Measuring What Matters

by Sep 13, 2021Get on Board

The most highly functioning boards have established rigorous and targeted reporting that is not burdensome for management to prepare or for directors to read and comment upon. Executives measure, assess, and report on what matters most. Directors are expected to review and be prepared to offer insights, ask questions, challenge assumptions, and make suggestions. Typically, the executive committee develop their own reporting to update directors on the outcomes of their discussions, such as director engagement, director recruitment, etc. Here are some of the more important items to measure.

Implementation of Strategic Plan

Keeping an eye on the implementation of the strategic plan ensures that appropriate actions are executed and allows for nimble adjustments when necessary.  Ideally, the executive team will provide an update on progress against the strategic plan at least once per year.  Directors can then be more involved regarding progress (or lack thereof) and offer suggestions or necessary changes to implementation or revisit the strategic plan.

Financial reporting

The Finance and Audit committee plays an important role in financial reporting. The committee reviews management reporting (from CFO, CEO, ED, etc.) in advance of the overall board. The committee may engage with external auditors and typically reviews the annual budget in advance of seeking board approval. Reporting should include:

  • Forecasts against budget and explanation for variances of +/- 10% to plan
  • Potential losses
  • Status of any capital investments

Risks

Depending on the size of the organization, the Audit and Risk committee will often work with the executive to review areas of risk. The committee and executive can then report jointly to directors on areas such as cyber security risk, status of large technology projects, or reputational risk. The audit committee will also review and can assist with action plans to address marginal or failing audit results.

People

A Human Resources committee, Compensation committee, or a combination of the two, is integral. The committee sets executive compensation, performance measures and targets for the CEO and can advise on all Human Resources matters. This can include health and safety, employee engagement, terminations, EDIA items, succession planning, etc. As the board always has responsibility for CEO or ED succession, it is advisable for the HR committee to lead all activity in this area.  Reporting often includes:

  • Budget for annual compensation program (salary increases, bonuses, cost of living adjustments, equity adjustments, etc.)
  • Employee engagement survey results
  • Cultural surveys
  • Aggregate exit interview data
  • Turnover
  • Executive succession and development

Customer Data and Trends

Some executive teams provide customer data, particularly trending information such as profitability, customer retention, sales, market competition, etc. This may not be required on a regular basis, but situationally, such as following an acquisition, new product launch, etc.
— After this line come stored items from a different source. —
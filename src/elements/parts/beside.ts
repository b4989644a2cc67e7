/** Address of the script file that this code came in, which only its first run can tell; undefined for ES modules. */
export const script = typeof document === 'undefined' ? undefined : (document.currentScript as HTMLScriptElement | null)?.src;

/** Address of a file that lies beside the script file, as a page that requires trusted types takes it. */
export function beside(file: string): string {
  const address = new URL(file, script).href;
  const { trustedTypes } = globalThis as { trustedTypes?: TrustedTypes };
  policy ??= trustedTypes?.createPolicy('esterway', { createScriptURL: (url) => url });
  return (policy?.createScriptURL(address) ?? address) as string;
}

/**
 * Runs a script that lies beside the script file; what it gives stands on the shelf.
 *
 * @throws where there is no such file, or the page does not let it run
 */
export function runBeside(file: string): Promise<void> {
  return new Promise((done, failed) => {
    const element = document.createElement('script');
    element.src = beside(file);
    element.addEventListener('load', () => done());
    element.addEventListener('error', () => failed(new Error(`${file} could not be fetched`)));
    document.head.append(element);
    element.remove();
  });
}

/** What the script file and the files beside it give one another; the first copy on a page makes it. */
export interface Shelf {
  /** Runs a file once; what it gives stands in `files`. */
  readonly run: (file: string) => Promise<void>;
  /** By the name of the file: what it gives, once what it needs itself is there. */
  readonly files: Record<string, Promise<object> | undefined>;
}

/** Only where the code came in a script file. */
export const shelf: Shelf | undefined = script === undefined ? undefined : ((globalThis as { esterwayParts?: Shelf }).esterwayParts ??= { run: runBeside, files: {} });

interface TrustedTypes {
  createPolicy(name: string, rules: { createScriptURL(url: string): string }): { createScriptURL(url: string): unknown };
}

let policy: ReturnType<TrustedTypes['createPolicy']> | undefined;
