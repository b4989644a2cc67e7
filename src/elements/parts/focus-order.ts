// Moving from field to field as on a sheet, across the shadow roots of all sections.

/** Marks an input or select that takes part in the order. */
export const FIELD = 'data-field';

/** Moves the focus from a field to the next or the one before it, within the outermost element of this library. */
export function moveFocus(from: HTMLElement, step: 1 | -1): boolean {
  const bound = outermost(from);
  const fields = [...(bound.shadowRoot ? fieldsIn(bound.shadowRoot) : []), ...fieldsIn(bound)];
  const next = fields[fields.indexOf(from) + step];
  if (!next) return false;
  next.focus();
  if (next instanceof HTMLInputElement) next.select();
  return true;
}

/** The fields below an element, in the order they are read, those that are not shown left out. */
export function* fieldsIn(root: Element | ShadowRoot): Generator<HTMLElement> {
  for (const child of root.children) {
    if (child instanceof HTMLElement && child.hasAttribute(FIELD) && child.checkVisibility()) yield child;
    if (child.shadowRoot) yield* fieldsIn(child.shadowRoot);
    yield* fieldsIn(child);
  }
}

/** Elements that group fields register here; the outermost of them bounds the order. */
const groups = new WeakSet<Element>();
export const groupsFields = (element: Element): void => void groups.add(element);

function outermost(from: Element): Element {
  let bound: Element = from;
  let element: Element | null = from;
  while (element) {
    if (groups.has(element)) bound = element;
    const root: Node = element.getRootNode();
    element = element.parentElement ?? (root instanceof ShadowRoot ? root.host : null);
  }
  return bound;
}

/** Enter in a field of plain text goes on to the next field, with Shift to the one before. */
export function onEnter(event: KeyboardEvent): void {
  if (event.key !== 'Enter' || event.isComposing) return;
  event.preventDefault();
  moveFocus(event.target as HTMLElement, event.shiftKey ? -1 : 1);
}
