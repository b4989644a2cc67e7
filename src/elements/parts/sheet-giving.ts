import { html, nothing } from 'lit';
import type { ReactiveControllerHost, TemplateResult } from 'lit';
import { copyRows } from '../../exchange/clipboard.js';
import { decimalMark } from '../../exchange/number-format.js';
import type { DecimalMark } from '../../exchange/number-text.js';
import { asCsv } from '../../exchange/results/table-text.js';
import type { Rows } from '../../exchange/results/table-text.js';
import { WORKBOOK_TYPE } from '../../exchange/workbook/office-file.js';
import { workbookOf } from '../../exchange/workbook/workbook.js';
import type { enGiving } from '../../locales/en-giving.js';
import type { Widened } from '../../locales/en.js';
import { fill } from '../../locales/fill.js';
import type { LotEntry, SiteProfile } from '../../lot/entry.js';
import type { OptionInputEvent } from './option-field.js';

/** What is needed of the element that gives results to a sheet. */
export interface GivingHost {
  words(): Widened<typeof enGiving>;
  tag(): string;
  /** Headings first. */
  rows(): Rows;
  /** The lots of a workbook, at most so many and one more. */
  lots(most: number): readonly LotEntry[];
  site(): SiteProfile;
  /** Says what was done. */
  say(text: string): void;
}

type Target = 'page' | DecimalMark;

/** A workbook of more lots is slow to open. */
const MOST_LOTS = 50;

/** Results to the clipboard, as CSV, and as a workbook, with the mark of decimals that the sheet wants. */
export class SheetGiving {
  #target: Target = 'page';
  #byHand = '';

  constructor(
    private readonly element: ReactiveControllerHost & HTMLElement,
    private readonly host: GivingHost,
  ) {}

  /** The mark of decimals in the sheet that the results go to. */
  get mark(): DecimalMark {
    return this.#target === 'page' ? decimalMark(this.host.tag()) : this.#target;
  }

  /** What is left to copy by hand belongs to the results before. */
  reset(): void {
    this.#byHand = '';
  }

  /** @param more further actions beside these */
  render(more: unknown = nothing): TemplateResult {
    const words = this.host.words();
    return html`
      <div class="fields">
        <esterway-option
          class="wide" exportparts="line: field-line, input: field-input" .label=${words.target} .options=${Object.entries(words.targets)} .value=${this.#target}
          @option-input=${({ option }: OptionInputEvent) => {
            this.#target = option as Target;
            this.element.requestUpdate();
          }}
        ></esterway-option>
      </div>
      <div class="actions">
        <button class="action" part="action" type="button" @click=${() => void this.#copy()}>${words.copy}</button>
        <button class="action" part="action" type="button" @click=${() => this.#csv()}>${words.csv}</button>
        <button class="action" part="action" type="button" @click=${() => this.#workbook()}>${words.workbook}</button>
        ${more}
      </div>
      ${this.#byHand ? html`<textarea readonly aria-label=${words.copy} .value=${this.#byHand} @focus=${(event: FocusEvent) => (event.target as HTMLTextAreaElement).select()}></textarea>` : nothing}
    `;
  }

  async #copy(): Promise<void> {
    const words = this.host.words();
    const rows = this.host.rows();
    const copied = await copyRows(rows, this.mark, this.element.ownerDocument);
    this.#byHand = copied.how === 'by-hand' ? copied.text : '';
    this.host.say(copied.how === 'by-hand' ? words.copyByHand : fill(words.copied, { rows: String(rows.length - 1) }));
    this.element.requestUpdate();
  }

  #csv(): void {
    const { mark } = this;
    this.#save(new Blob([asCsv(this.host.rows(), { mark, delimiter: mark === ',' ? ';' : ',', byteOrderMark: true })], { type: 'text/csv' }), 'esterway.csv');
  }

  #workbook(): void {
    const words = this.host.words();
    try {
      const lots = this.host.lots(MOST_LOTS);
      const { bytes } = workbookOf(lots.slice(0, MOST_LOTS), this.host.site(), { language: this.host.tag() });
      this.#save(new Blob([bytes as BlobPart], { type: WORKBOOK_TYPE }), 'esterway.xlsx');
      this.host.say(lots.length > MOST_LOTS ? fill(words.workbookMost, { most: String(MOST_LOTS) }) : '');
    } catch (error) {
      this.host.say(fill(words.workbookFailed, { error: String(error) }));
    }
  }

  #save(blob: Blob, name: string): void {
    const link = this.element.ownerDocument.createElement('a');
    link.href = URL.createObjectURL(blob);
    link.download = name;
    link.click();
    // the browser has taken it up by then
    setTimeout(() => URL.revokeObjectURL(link.href), 60_000);
  }
}
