import { html } from 'lit';
import type { TemplateResult } from 'lit';
import { fill } from '../../locales/fill.js';
import type { Texts } from '../../locales/en.js';
import type { LotFaults } from '../../lot/lot-reading.js';

/** Why a lot or a site profile cannot be read as a document, in place of what it would show. */
export function faultsBox({ faults }: LotFaults, texts: Texts): TemplateResult {
  const words: Readonly<Record<string, string>> = texts.faults;
  return html`<div class="gate fault" role="alert">
    <b>${texts.faults.title}</b>
    ${faults.map(({ code, path, found = '' }) => html`<p>${fill(words[code] ?? code, { path, found })}</p>`)}
  </div>`;
}
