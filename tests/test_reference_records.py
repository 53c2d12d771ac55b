"""The records of benchmarks/reference_static.json, well formed and recomputed.

Where an exact solution of oracles.py fits a record, its values are computed again to
the digits it states; all are checked for their form and the signs of their values.
"TW" is the book named in test_oracles.py.
"""

from collections.abc import Callable
from dataclasses import replace
from functools import partial
from itertools import pairwise

import numpy as np
import oracles
import oracles_rings
import pytest
from oracles_ritz import ritz_square
from oracles_series import Band, banded

from benchmarks import records

INSIDE = ("zones", "seams", "marks")
REFERENCE = records.reference()
RECORDS = {record["id"]: record for record in REFERENCE["records"]}


def side_words(record: dict) -> list[str]:
    return [record["supports"].get(s, "free") for s in record["outline"]["sides"]]


def load_of(record: dict) -> oracles.Load:
    load = record["load"]
    if load["kind"] == "uniform":
        return oracles.LinearPressure(at_origin=load["pressure"])
    if load["kind"] == "linear":
        gradient = tuple(load["gradient"])
        return oracles.LinearPressure(at_origin=load["at_origin"], gradient=gradient)
    if load["kind"] == "patch":
        centre, size = tuple(load["centre"]), tuple(load["size"])
        return oracles.PatchForce(centre=centre, size=size, force=load["force"])
    return oracles.PointForce(at=tuple(load["at"]), force=load["force"])


def is_striped(record: dict) -> bool:
    """Whether lines along x part it or load it."""
    lined = record["load"]["kind"] in {"line", "edge moment"}
    inside = lined or "zones" in record or "seams" in record
    return inside and "polygon" in record["outline"] and not record["holes"]


def is_plain(record: dict) -> bool:
    """Whether its load is one of those of the series, on an outline they know."""
    kinds = {"uniform", "linear", "patch", "point"}
    known = record["load"]["kind"] in kinds
    return known and not {"bulges", "ellipse"} & set(record["outline"])


def is_rectangle(record: dict) -> bool:
    polygon = np.array(record["outline"].get("polygon", [(0, 0)]))
    a, b = polygon.max(axis=0)
    square = np.array([(0, 0), (a, 0), (a, b), (0, b)])
    return (
        not record["holes"]
        and polygon.shape == square.shape
        and bool((polygon == square).all())
    )


def oracle(record: dict) -> Callable | None:
    """Return the solution of a record as a function of points, where there is one."""
    if is_striped(record) or "marks" in record or not is_plain(record):
        return None
    load, nu, kind = load_of(record), record["nu"], record["load"]["kind"]
    supports, name = record["supports"], record["id"]
    if name == "tri_eq_s_u":
        c = oracles.triangle(1.0, load.at_origin)
        return partial(oracles.polynomial, coefficients=c, nu=nu)
    if name.endswith("_lin"):
        c = oracles.tilted_disc(1.0, supports["rim"], load.gradient[0], nu=nu)
        return partial(oracles.polynomial, coefficients=c, nu=nu)
    if not is_rectangle(record):
        return None
    size = tuple(record["outline"]["polygon"][2])
    south, east, north, west = side_words(record)
    if "guided" in (south, east, north, west):
        return None
    given = {"size": size, "load": load, "nu": nu}
    if {south, east, north, west} == {"simply supported"}:
        return partial(oracles.navier, **given)
    if east == west == "simply supported":
        return partial(oracles.levy, ends=(south, north), **given)
    if {south, east, north, west} == {"clamped"} and kind != "point":
        return partial(oracles.clamped_rectangle, **given)
    return None


def reading(record: dict, state: oracles.State, k: int) -> float:
    """Read quantity k of a record from the state at the places of its quantities."""
    (x, y), word = record["quantities"][k]["at"], record["quantities"][k]["quantity"]
    moments = dict(zip(("m_xx", "m_yy", "m_xy"), state.moments[k], strict=True))
    if word == "deflection":
        return float(state.w[k])
    if word == "corner force":
        return float(moments["m_xy"] * (2.0 if (x == 0.0) == (y == 0.0) else -2.0))
    if word == "shear":
        return float(state.shears[k] @ record["quantities"][k]["normal"])
    if word == "line reaction":
        low, high = np.min(vertices(record), 0), np.max(vertices(record), 0)
        v_x, v_y = state.effective_shears[k]
        faces = [(x, low[0], -v_x), (x, high[0], v_x)]
        faces += [(y, low[1], -v_y), (y, high[1], v_y)]
        return next(float(v) for at, face, v in faces if np.isclose(at, face))
    return float(moments[word])


def vertices(record: dict) -> np.ndarray:
    """Corners of the outline, or of the square around a disc."""
    if "polygon" in record["outline"]:
        return np.array(record["outline"]["polygon"])
    if "ellipse" in record["outline"]:
        half = 0.5 * np.array(record["outline"]["ellipse"]["size"])
        return np.stack([-half, half])
    circle = record["outline"]["circle"]
    centre, r = np.array(circle["centre"]), circle["radius"]
    return np.stack([centre - r, centre + r])


def round_values(record: dict) -> list[float]:
    """Quantities of a disc or a ring under a load about its axis, or a force."""
    at = np.array([quantity["at"] for quantity in record["quantities"]])
    load, supports, nu = load_of(record), record["supports"], record["nu"]
    if isinstance(load, oracles.PointForce) and load.at != (0.0, 0.0):
        return list(oracles.clamped_disc_force(at, 1.0, load))
    inner = record["holes"][0]["circle"]["radius"] if record["holes"] else 0.0
    if record["holes"]:
        words = supports.get("hole", "free"), supports.get("rim", "free")
        p = load.at_origin
        state = oracles.annulus(at[:, 0], (inner, 1.0), words, pressure=p, nu=nu)
    else:
        kind, size = record["load"]["kind"], {"uniform": "pressure", "point": "force"}
        given = {size[kind]: record["load"][size[kind]], "nu": nu}
        state = oracles.disc(at[:, 0], 1.0, supports["rim"], **given)
    reaction = np.where(at[:, 0] == inner, -state.q_r, state.q_r)
    found = {"deflection": state.w, "m_xx": state.m_rr, "m_yy": state.m_tt}
    found["line reaction"] = reaction
    words = [quantity["quantity"] for quantity in record["quantities"]]
    return [float(found[word][k]) for k, word in enumerate(words)]


def bands_of(record: dict) -> list[Band]:
    """Bands of a rectangle, one wide, between the lines along x that part it."""
    height, load = record["outline"]["polygon"][2][1], record["load"]
    zones = record.get("zones", [])
    joints = {y for zone in zones for _, y in zone["polygon"]} - {0.0, height}
    joints |= {y for seam in record.get("seams", []) for _, y in seam["points"]}
    ends = [0.0, *sorted(joints), height]
    bands = []
    for low, high in pairwise(ends):
        own = {z["name"]: z for z in zones if z["polygon"][0] == [0.0, low]}
        assert all(z["polygon"][2] == [1.0, high] for z in own.values())
        thickness = next((z["thickness"] for z in own.values()), 1.0)
        loaded = load.get("zone", "") in ("", *own)
        pressure = load["pressure"] if loaded and load["kind"] == "uniform" else 0.0
        band = Band(width=high - low, rigidity=thickness**3, nu=record["nu"])
        bands.append(replace(band, pressure=pressure))
    return bands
As a director, if you request new or additional reporting, consider if it is necessary for you to fulfill your role, or is it simply interesting. If additional reporting is created, consider what reporting can be discontinued and/or if interim reporting will be sufficient. Remember that additional management reporting will require additional manhours from the organization.

Sometimes a special committee or the Finance and Audit committee will lead a review of reporting and provide recommendations to directors and management to streamline or augment reporting practices. The goal is to measure what matters most, not to measure everything. Remember to be selective and circumspect with reporting.